Bisnis.com, JAKARTA — Pasar obligasi Indonesia dinilai masih tetap menarik di tengah tren menurunnya tingkat credit default swap Indonesia (CDS) yang menjadi sinyal berkurangnya risiko.
Berdasarkan data worldgovernmentbonds.com, credit default swap (CDS) 5 tahun Indonesia per 6 Juni 2022 ada di level 105,29. Posisi tersebut mengindikasikan probabilitas default atau gagal bayar sebesar 1,75 persen. Meski masih bergerak naik, level CDS Indonesia saat ini cenderung lebih rendah dibandingkan posisi pada awal Mei lalu di kisaran 136,05.
Di sisi lain, imbal hasil SUN acuan tenor 10 tahun turut melandai ke posisi 7 persen, lebih rendah dibandingkan kondisi bulan lalu saat mendekati 7,5 persen.
Director & Chief Investment Officer Fixed Income Manulife Aset Manajemen Indonesia (MAMI) Ezra Nazula mengatakan yield yang berada di 7 persen merupakan level yang masih menarik mengingat inflasi masih di bawah 4 persen. Kenaikan tingkat suku bunga acuan BI juga cenderung terbatas.
“Kenaikan BI rate diperkirakan terbatas dengan pemerintah merevisi APBN sehingga tidak jadi rencana kenaikan BBM. Pasokan obligasi juga masih kondusif sehingga kami perkirakan range obligasi 10 tahun di 6,5 sampai 7 persen,” kata Ezra, Senin (6/6/2022).
Dia mengatakan pasar obligasi saat ini masih dipengaruhi sentimen di sekitar faktor pergerakan yield US treasury dan seberapa besar kenaikan Fed Rate ke depan. Sementara itu, perkembangan inflasi di dalam negeri dan waktu penetapan kenaikan suku bunga BI akan menjadi sentimen dari dalam negeri.
Baca Juga
Sementara itu, Head of Fixed Income Anugerah Sekuritas Ramdhan Ario Maruto menyarankan para investor obligasi untuk terus mengamati perkembangan makro ekonomi nasional dan perkembangan tingkat suku bunga global. Dia mengatakan respons pemerintah Indonesia atas perkembangan stabilitas ekonomi akan memainkan peran penting.

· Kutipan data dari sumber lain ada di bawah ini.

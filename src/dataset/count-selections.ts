/** What selections hold: their samples and weights, counted in one pass over the weights. */
import { moduleBeside, shareOut, type Workers } from "../util/workers.ts";
import type { CountTask } from "./count-task.ts";
import type { Dataset, SampleBlock } from "./dataset.ts";
import { type Selection, selectionAlone } from "./selection.ts";
import { compileSelections, type SelectionMatcher } from "./selection-matcher.ts";

/** What a selection holds. */
export interface SelectionCount {
  /** samples, autocorrelations included */
  readonly samples: number;
  /** samples with a finite weight above zero */
  readonly unflagged: number;
  /** of those, the ones that no earlier selection of the list takes */
  readonly fresh: number;
  /** sum of the positive finite weights of cross-correlations */
  readonly weight: number;
}

export interface SelectionCounts {
  /** in the order of the selections */
  readonly each: readonly SelectionCount[];
  /** samples that any of them takes */
  readonly union: SelectionCount;
  /** the whole dataset */
  readonly total: SelectionCount;
}

/**
 * Count, in one pass over the weights, what each selection holds. Weight sums are of row sums rounded to a fixed
 * power of two, so they do not depend on how the rows are read.
 *
 * @param workers threads that share the rows; none: this one reads them all. The result is the same.
 */
export async function countSelections(
  dataset: Dataset,
  selections: readonly Selection[],
  workers?: Workers,
): Promise<SelectionCounts> {
  const quantum = await weightQuantum(dataset);
  const ranges = shareOut(dataset.rows, workers?.jobs ?? 1);
  if (workers === undefined || dataset.recipe === undefined || ranges.length < 2) {
    return countsOf(await tallyRows(dataset, selections, quantum, [0, dataset.rows]));
  }
  const { recipe } = dataset;
  const plain = selections.map(selectionAlone);
  const tallies = await workers.run<CountTask, TallySums>(
    moduleBeside("./count-task", import.meta.url),
    ranges.map((rows) => ({ recipe, selections: plain, quantum, rows })),
  );
  return countsOf(tallies.reduce(addTallies));
}

/** Sums of a tally: by selection, then the union, then the whole dataset. */
export interface TallySums {
  readonly samples: Float64Array;
  readonly unflagged: Float64Array;
  readonly fresh: Float64Array;
  readonly weight: Float64Array;
}

/** @param quantum from `weightQuantum` of the whole dataset */
export async function tallyRows(
  dataset: Dataset,
  selections: readonly Selection[],
  quantum: number,
  rows: readonly [number, number],
  onProgress?: (rowsDone: number) => void,
): Promise<TallySums> {
  const matcher = compileSelections(dataset, selections);
  const tally = new Tally(selections.length, rowSamplesOf(dataset), quantum);
  let done = 0;
  for await (const block of dataset.blocks({ want: "weights", rows })) {
    for (let row = 0; row < block.rows; row++) tally.addRow(matcher, block, row);
    done += block.rows;
    onProgress?.(done);
  }
  const { samples, unflagged, fresh, weight } = tally;
  return { samples, unflagged, fresh, weight };
}

/** Whole numbers and multiples of one power of two: exact in any order. */
function addTallies(a: TallySums, b: TallySums): TallySums {
  const sum = (x: Float64Array, y: Float64Array) => x.map((value, i) => value + y[i]!);
  return {
    samples: sum(a.samples, b.samples),
    unflagged: sum(a.unflagged, b.unflagged),
    fresh: sum(a.fresh, b.fresh),
    weight: sum(a.weight, b.weight),
  };
}

function countsOf(sums: TallySums): SelectionCounts {
  const at = (slot: number): SelectionCount => ({
    samples: sums.samples[slot]!,
    unflagged: sums.unflagged[slot]!,
    fresh: sums.fresh[slot]!,
    weight: sums.weight[slot]!,
  });
  const selections = sums.samples.length - 2;
  return {
    each: Array.from({ length: selections }, (_, slot) => at(slot)),
    union: at(selections),
    total: at(selections + 1),
  };
}

class Tally {
  private readonly rowSamples: number;
  private readonly quantum: number;
  /** by selection, then the union, then the whole dataset */
  readonly samples: Float64Array;
  readonly unflagged: Float64Array;
  readonly fresh: Float64Array;
  readonly weight: Float64Array;
  /** number of the row that last took this sample offset */
  private readonly taken: Float64Array;
  private rows = 0;

  constructor(selections: number, rowSamples: number, quantum: number) {
    this.rowSamples = rowSamples;
    this.quantum = quantum;
    this.samples = new Float64Array(selections + 2);
    this.unflagged = new Float64Array(selections + 2);
    this.fresh = new Float64Array(selections + 2);
    this.weight = new Float64Array(selections + 2);
    this.taken = new Float64Array(rowSamples);
  }

  addRow(matcher: SelectionMatcher, block: SampleBlock, row: number): void {
    this.rows += 1;
    const cross = block.antenna1[row] !== block.antenna2[row];
    const base = row * this.rowSamples;
    const union = matcher.count;
    this.addWhole(block.weight, base, cross, union + 1);
    const count = matcher.matchRow(block, row);
    let unionWeight = 0;
    for (let i = 0; i < count; i++) {
      const s = matcher.matched[i]!;
      unionWeight += this.addSelection(block.weight, base, cross, s, union, matcher.runs[s]!);
    }
    if (cross) this.weight[union]! += this.rounded(unionWeight);
  }

  private addWhole(weight: Float32Array, base: number, cross: boolean, slot: number): void {
    const end = base + this.rowSamples;
    let unflagged = 0;
    let sum = 0;
    for (let at = base; at < end; at++) {
      const value = weight[at]!;
      if (!(value > 0 && value < Number.POSITIVE_INFINITY)) continue;
      unflagged += 1;
      sum += value;
    }
    this.samples[slot]! += this.rowSamples;
    this.unflagged[slot]! += unflagged;
    this.fresh[slot]! += unflagged;
    if (cross) this.weight[slot]! += this.rounded(sum);
  }

  /** Count one selection's samples of a row; the weight of those that no earlier selection took. */
  private addSelection(
    weight: Float32Array,
    base: number,
    cross: boolean,
    slot: number,
    union: number,
    bounds: Int32Array,
  ): number {
    const { taken, rows } = this;
    let samples = 0;
    let unflagged = 0;
    let untaken = 0;
    let fresh = 0;
    let sum = 0;
    let freshSum = 0;
    for (let b = 0; b < bounds.length; b += 2) {
      const end = bounds[b + 1]!;
      for (let offset = bounds[b]!; offset < end; offset++) {
        const value = weight[base + offset]!;
        const usable = value > 0 && value < Number.POSITIVE_INFINITY;
        samples += 1;
        if (usable) {
          unflagged += 1;
          sum += value;
        }
        if (taken[offset] === rows) continue;
        taken[offset] = rows;
        untaken += 1;
        if (usable) {
          fresh += 1;
          freshSum += value;
        }
      }
    }
    this.samples[slot]! += samples;
    this.unflagged[slot]! += unflagged;
    this.fresh[slot]! += fresh;
    if (cross) this.weight[slot]! += this.rounded(sum);
    this.samples[union]! += untaken;
    this.unflagged[union]! += fresh;
    this.fresh[union]! += fresh;
    return freshSum;
  }

  private rounded(sum: number): number {
    return Math.round(sum / this.quantum) * this.quantum;
  }
}

/**
 * The power of two that row sums are rounded to: 2^-16 of the first usable weight, so that 2^37 such weights add up
 * exactly in any order. 1 when nothing is usable.
 */
async function weightQuantum(dataset: Dataset): Promise<number> {
  const rowSamples = rowSamplesOf(dataset);
  for await (const block of dataset.blocks({ want: "weights" })) {
    const end = block.rows * rowSamples;
    for (let at = 0; at < end; at++) {
      const value = block.weight[at]!;
      if (value > 0 && value < Number.POSITIVE_INFINITY) return 2 ** (Math.floor(Math.log2(value)) - 16);
    }
  }
  return 1;
}

function rowSamplesOf(dataset: Dataset): number {
  const { subbands, channels, polarizations } = dataset.shape;
  return subbands * channels * polarizations;
}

“Kalau eksternal dan internal stabil, pasar akan makin likuid dan aliran dana global bisa masuk karena kita salah satu pemberi yield terbesar dibandingkan dengan yield negara lain, bahkan di antara negara Asean. Memang tingkat risiko tinggi, tetapi masih jadi daya tarik bagi pasar global,” katanya.